Она назвала сумму примерно в две пятых от той, что затребовал продавец в самом начале. Он развел руками и затем сделал такой жест, словно собирался отбивать нападение, но знал, что следующая его реплика прозвучит обидно.
— Миссис Юнг, позвольте мне хоть немного сохранить лицо.
Они рассмеялись. Внезапно Джинни всю охватило нетерпение: уже поздно, скоро прибудет самолет Саймона. Продавец, уловив изменения в настроении Джинни, воспользовался своим психологическим преимуществом и, слегка уменьшив последнюю цену, подвел Джинни к согласию. Они наконец договорились.
Конечно, она заплатила больше, чем намеревалась, но почему-то сегодня это не особенно беспокоило ее. Саймон вот-вот должен вернуться домой, все остальное не имеет значения. Они женаты почти двадцать лет, но временами, когда он уезжал, она скучала по нему, словно влюбленная девчонка.

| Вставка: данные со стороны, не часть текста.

@settings(max_examples=15, deadline=None)
@given(chunk=st.integers(1, 3000), label_chunk=st.integers(1, 3000), block=st.sampled_from([3, 17, 4096]),
       batch=st.integers(1, 60), values=st.booleans())
def test_streamed_batch_covariance_equals_whole_table(chunk, label_chunk, block, batch, values):
    """The levels' batch-means covariance made in one streamed pass, for any chunk of positions, equals
    the whole ``(levels, batches, Q)`` table's (``BatchSums``), bit for bit: the same sums in the same
    blocks of the accumulator."""
    from fractalseq.dimensions import _batch_covariance as bc
    from fractalseq.dimensions import _level_variance as lv

    arr = _markov_stream(8_000, 12, starts=(0, 3_100))
    qs = np.array([-1.0, 0.0, 0.5, 1.0, 2.0, 4.0])
    depths = (1, 3, 6, 9)
    old = (bc.COV_BLOCK, lv.VALUE_ROWS)
    try:
        bc.COV_BLOCK, lv.VALUE_ROWS = block, (old[1] if values else 0)  # rows by count value, or by rank
        whole = lv.BatchSums(len(arr), len(depths), qs.size, batch=batch)
        levels = []
        for i, n in enumerate(depths):
            labels, words = wl.word_labels(arr, n)
            counts = np.bincount(labels[labels >= 0], minlength=words.size)
            whole.add_counts(i, labels, counts, qs)
            levels.append((wl.WordIndex(arr, n, label_chunk).labels, counts))
        got = lv.streamed_batch_covariance(len(arr), batch, levels, qs, chunk=chunk)
        ref = whole.covariance()
    finally:
        bc.COV_BLOCK, lv.VALUE_ROWS = old
    assert got.shape == (qs.size, len(depths), len(depths))
    assert got.tobytes() == ref.tobytes()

Джинни приехала домой на такси и как только открыла дверь, первым делом поинтересовалась:
— Были звонки?
— Звонил доктор Лим из Красного Креста. — А-Кам почесала ухо, пытаясь вспомнить то, что ее просили передать. — Он хотел… сказать вам, что… — ее глаза расширились, и она вздохнула от облегчения, — что он потерял свои записи последних минут собрания комитета «Сироты Вьетнама» и просит вас прислать ему по факсу ваши.
— Хорошо. Что-нибудь еще?
— Да.
Джинни нетерпеливо ждала.
— Ну?
— A-а… Ваш класс по каллиграфии переносится на среду, на половину четвертого.

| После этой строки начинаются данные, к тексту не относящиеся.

"""The invented demo scenario, generated from a seed, with its known ground truth.

**Everything here is invented and simulated.**  The scenario: the (fictional)
Kelpwater Marine Station sequences symbiont samples and runs a telemetry relay
that forwards tide-gauge readings to an archive.  The station's analyst wants
to know how complex each sample is, which samples are alike, whether this
week's relay log differs from last week's, and where along one sample a
low-complexity stretch sits.  The samples are simulated from Markov chains
whose entropy rates and Rényi dimensions are known in closed form; one sample
carries an inserted tandem-repeat island at a known position; the relay log's
second batch contains a failure mode that the first batch never shows.
"""

from __future__ import annotations

import math
from dataclasses import dataclass, field
from pathlib import Path

import numpy as np

from fractalseq.datasets import _markov as markov
from fractalseq.io._outputs import write_text

SCENARIO_NOTE = (
    "Invented scenario: the Kelpwater Marine Station, its symbiont samples and its telemetry relay do not "
    "exist; every sequence and log line was simulated from a seed with known ground truth."
)

DNA = "ACGT"


@dataclass(frozen=True)
class SourceTruth:
    """Known values of one simulated sequence (bits per symbol; D_q at k = 1/2 equals h_q in bits)."""

    name: str
    path: str
    description: str
    length: int
    entropy_rate_bits: float
    renyi_bits: dict  # q -> h_q in bits
    island: tuple[int, int] | None = None

    def dimension(self, q: float) -> float:
        """True D_q of the encoding at k = 1/2 (D_q = h_q / log2(1/k))."""
        return float(self.renyi_bits[float(q)])

    def to_dict(self) -> dict:
        return {
            "name": self.name,
            "path": self.path,
            "description": self.description,
            "length": self.length,
            "entropy_rate_bits": self.entropy_rate_bits,
            "renyi_bits": {str(k): v for k, v in self.renyi_bits.items()},
            "island": list(self.island) if self.island else None,
        }


@dataclass(frozen=True)
class LogTruth:
    """The two relay-log batches and what changed between them."""

    baseline: str
    new: str
    changed: bool
    new_templates: tuple[str, ...]
    lines: tuple[int, int]

    def to_dict(self) -> dict:
        return {
            "baseline": self.baseline,
            "new": self.new,
            "changed": self.changed,
            "new_templates": list(self.new_templates),
            "lines": list(self.lines),
        }


@dataclass(frozen=True)
class Scenario:
    """Files written for the demo and their ground truth."""

    folder: str
    seed: int
    sources: tuple[SourceTruth, ...]
    logs: LogTruth
    note: str = field(default=SCENARIO_NOTE)

    def to_dict(self) -> dict:
        return {
            "folder": self.folder,
            "seed": self.seed,
            "note": self.note,
            "sources": [s.to_dict() for s in self.sources],
            "logs": self.logs.to_dict(),
        }


# Transition matrices (rows sum to one). Codes: A=0, C=1, G=2, T=3.
SKEW = np.array([0.4, 0.1, 0.1, 0.4])
ORDER1 = np.array(
    [
        [0.40, 0.10, 0.20, 0.30],
        [0.30, 0.30, 0.05, 0.35],
        [0.25, 0.25, 0.30, 0.20],
        [0.20, 0.20, 0.30, 0.30],
    ]
)
STICKY = np.array(
    [
        [0.70, 0.10, 0.10, 0.10],
        [0.10, 0.70, 0.10, 0.10],
        [0.10, 0.10, 0.70, 0.10],
        [0.10, 0.10, 0.10, 0.70],
    ]
)


def _fasta(name: str, codes: np.ndarray, width: int = 70) -> str:
    body = np.frombuffer(DNA.encode("ascii"), np.uint8)[codes].tobytes().decode("ascii")
    lines = [body[i : i + width] for i in range(0, len(body), width)]
    return f">{name} simulated sample (invented scenario)\n" + "\n".join(lines) + "\n"


def _iid_renyi(p: np.ndarray, q: float) -> float:
    if q == 1.0:
        return float(-(p * np.log2(p)).sum())
    return float(math.log2((p**q).sum()) / (1.0 - q))


#: Simulated samples of the scenario, and the fewest bytes a base costs while the demo makes and reads it
#: (its code, its FASTA text, and its 8-byte word address when counted).
SAMPLES = 5
BYTES_PER_BASE = 10


def check_size(length: object, log_lines: object = 6_000) -> tuple[int, int]:
    """Refuse, before anything is simulated, sample lengths or log sizes that cannot be simulated here.

    Raises
    ------
    ParameterError
        ``length`` below 5000 or beyond the memory it implies (``parameter="length"``), or
        ``log_lines`` below 100 or beyond memory (``parameter="log_lines"``).
    """
    from fractalseq.errors import ParameterError
    from fractalseq.guards import check_memory

    for name, value, least in (("length", length, 5_000), ("log_lines", log_lines, 100)):
        if isinstance(value, bool) or not isinstance(value, (int, np.integer)) or value < least:
            raise ParameterError(f"{name} must be a whole number of at least {least}, not {value!r}.", parameter=name)
    check_memory(SAMPLES * int(length) * BYTES_PER_BASE,
                 f"{SAMPLES} simulated samples of {int(length)} bases (at least {BYTES_PER_BASE} bytes a base)",
                 "length", "use a smaller length")
    check_memory(int(log_lines) * 200, f"two log batches of {int(log_lines)} lines (about 100 bytes a line)",
                 "log_lines", "use fewer log lines")
    return int(length), int(log_lines)


def simulate_sources(length: int, seed: int) -> list[tuple[str, str, np.ndarray, dict, float, tuple | None]]:
    """The simulated symbiont samples: (name, description, codes, renyi_bits, entropy_rate, island)."""
    qs = (0.0, 1.0, 2.0)
    out = []
    rng = np.random.default_rng(seed)
    seeds = rng.integers(0, 2**31, size=8)
    uniform = np.full(4, 0.25)
    out.append(
        ("reef-uniform", "independent, equal base frequencies", markov.iid(length, uniform, int(seeds[0])),
         {q: _iid_renyi(uniform, q) for q in qs}, 2.0, None)
    )
    out.append(
        ("reef-skewed", "independent, AT-rich (0.4, 0.1, 0.1, 0.4)", markov.iid(length, SKEW, int(seeds[1])),
         {q: _iid_renyi(SKEW, q) for q in qs}, _iid_renyi(SKEW, 1.0), None)
    )
    out.append(
        ("kelp-chain", "first-order Markov chain", markov.simulate_markov(ORDER1, length, int(seeds[2])),
         {q: markov.renyi_rate(ORDER1, q) for q in qs}, markov.entropy_rate(ORDER1), None)
    )
    out.append(
        ("kelp-sticky", "first-order chain that tends to repeat its base", markov.simulate_markov(STICKY, length, int(seeds[3])),
         {q: markov.renyi_rate(STICKY, q) for q in qs}, markov.entropy_rate(STICKY), None)
    )
    # the island sample: the first-order chain with a tandem repeat inserted at a known place
    base = markov.simulate_markov(ORDER1, length, int(seeds[4]))
    unit = markov.iid(37, uniform, int(seeds[5]))
    island_len = max(2_000, length // 8)
    island = np.tile(unit, island_len // unit.size + 1)[:island_len]
    at = length // 2
    codes = np.concatenate([base[:at], island, base[at : length - island_len]])
    out.append(
        ("kelp-island", "the first-order chain with a 37-base tandem repeat inserted mid-way",
         codes, {q: markov.renyi_rate(ORDER1, q) for q in qs}, markov.entropy_rate(ORDER1), (at, at + island_len))
    )
    return out


# ---------------------------------------------------------------- relay logs
_EVENTS = (
    "relay {relay} accepted reading from gauge {gauge}: level={level}m",
    "relay {relay} queued frame {frame} for archive",
    "archive upload of {n} frames finished in {ms} ms",
    "heartbeat from gauge {gauge} ok",
    "upload to archive slow: {ms} ms, retrying",
    "relay {relay} reconnected to archive after {ms} ms",
)
_FAILURE = (
    "checksum mismatch on gauge {gauge} frame {frame}",
    "frame {frame} dropped after checksum failure",
)
# event-to-event transition matrix of the healthy relay (rows: previous event)
_HEALTHY = np.array(
    [
        [0.10, 0.60, 0.05, 0.20, 0.03, 0.02],
        [0.50, 0.10, 0.25, 0.10, 0.04, 0.01],
        [0.45, 0.05, 0.05, 0.40, 0.03, 0.02],
        [0.60, 0.10, 0.05, 0.20, 0.03, 0.02],
        [0.10, 0.10, 0.50, 0.05, 0.15, 0.10],
        [0.50, 0.20, 0.10, 0.15, 0.03, 0.02],
    ]
)


def _fill(template: str, rng: np.random.Generator, t: float) -> str:
    fields = {
        "relay": f"r{rng.integers(1, 5)}",
        "gauge": f"{rng.integers(100, 140)}",
        "level": f"{rng.normal(2.0, 0.6):.2f}",
        "frame": f"0x{rng.integers(0, 2**32):08x}",
        "n": f"{rng.integers(5, 60)}",
        "ms": f"{int(rng.gamma(2.0, 40.0))}",
    }
    hh, rem = divmod(int(t), 3600)
    mm, ss = divmod(rem, 60)
    return f"2031-03-{1 + hh // 24:02d}T{hh % 24:02d}:{mm:02d}:{ss:02d}Z tide-relay " + template.format(**fields)


def simulate_log(lines: int, seed: int, failure_rate: float) -> str:
    """Relay log lines; with ``failure_rate > 0`` checksum failures (a new failure mode) appear."""
    rng = np.random.default_rng(seed)
    cum = np.cumsum(_HEALTHY, axis=1)
    state = 0
    t = 0.0
    out = []
    for _ in range(lines):  # generating text is inherently per line; the demo keeps it small
        t += rng.exponential(4.0)
        if failure_rate and state == 1 and rng.random() < failure_rate:
            out.append(_fill(_FAILURE[0], rng, t))
            out.append(_fill(_FAILURE[1], rng, t + 0.01))
            state = 4  # a failure makes the next upload slow
            continue
        state = int(np.searchsorted(cum[state], rng.random(), side="right"))
        state = min(state, len(_EVENTS) - 1)
        out.append(_fill(_EVENTS[state], rng, t))
    return "\n".join(out) + "\n"


def generate(folder: str | Path, seed: int = 7, length: int = 120_000, log_lines: int = 6_000, force: bool = False) -> Scenario:
    """Write the scenario's files into ``folder`` and return them with their ground truth.

    Parameters
    ----------
    folder:
        Destination (created).  Files: ``samples/*.fa``, ``logs/relay-week1.log``, ``logs/relay-week2.log``.
    seed:
        Seed of every random draw; the same seed gives the same bytes.
    length:
        Bases per simulated sample.
    log_lines:
        Lines per log batch (the second batch adds failure lines).
    """
    folder = Path(folder)
    length, log_lines = check_size(length, log_lines)
    truths = []
    for name, desc, codes, renyi, h, island in simulate_sources(length, seed):
        path = folder / "samples" / f"{name}.fa"
        write_text(path, _fasta(name, codes), force=force)
        truths.append(SourceTruth(name, str(path), desc, int(codes.size), float(h), {float(k): float(v) for k, v in renyi.items()}, island))
    week1 = folder / "logs" / "relay-week1.log"
    week2 = folder / "logs" / "relay-week2.log"
    write_text(week1, simulate_log(log_lines, seed + 1, 0.0), force=force)
    write_text(week2, simulate_log(log_lines, seed + 2, 0.08), force=force)
    logs = LogTruth(str(week1), str(week2), True, _FAILURE, (log_lines, log_lines))
    return Scenario(str(folder), seed, tuple(truths), logs)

— Какая жалость. Я не смогу пойти. Позвони миссис Ху и скажи, что на этот день я приглашена на обед в фонд «Спасите детей»… Или ладно, я сама позвоню ей. Ну, а теперь займись другим. Хозяин скоро приедет.
— Все готово, все готово.
— Говоришь, готово? Посмотрим.
Она направилась в кабинет Саймона и положила кожаный футляр из ювелирного магазина на ежедневник супруга, лежавший на столе. Теперь-то он точно его заметит. Потом обернулась к А-Кам и сказала:
— Давай проверим все.
А-Кам последовала за хозяйкой по всему дому снизу доверху, удивляясь ее дотошности. Все поверхности, на которых могла скопиться пыль, были проверены пальцем, все покрывала поправлены, все вазы чуть передвинуты. Это что-то противоестественное, подумала А-Кам: после двадцати лет супружества она должна бы играть в маджонг или завести себе любовника, а не рыскать по дому в поисках грязи или беспорядка. Но тут служанка заметила, что глаза Джинни светятся, и выражение ее лица слегка смягчилось: любовь — вот что бывает, когда выходишь замуж за «заморского дьявола»,[8] со всей его романтичностью и непрактичностью… хотя он и красивый, черт. И богатый, дьявол, тоже. Все еще богат…
Проверка дома закончилась в гостиной, где Джинни слегка поправила фотографию детей в серебряной рамке, стоявшую на столике, собранном из редких пород дерева. Над столиком висело зеркало. Две женщины, хозяйка и ее служанка, одновременно глянули в него, но увидели в нем абсолютно несхожие отражения. Джинни, внезапно расстроившись, увидела свое, прежде нравившееся ей лицо, ныне тронутое временем. Макияж никуда не годится, волосы потускнели и секутся, а шея уже не такая гладкая. А-Кам, в свою очередь, увидев отражение своей хозяйки, встретилась глазами с красивой женщиной: прекрасно очерченное лицо, хозяйка в расцвете сил, ухожена и хорошо одета, на округлом лице справа у кромки волос надо лбом эротическая родинка, прекрасные миндалевидные глаза.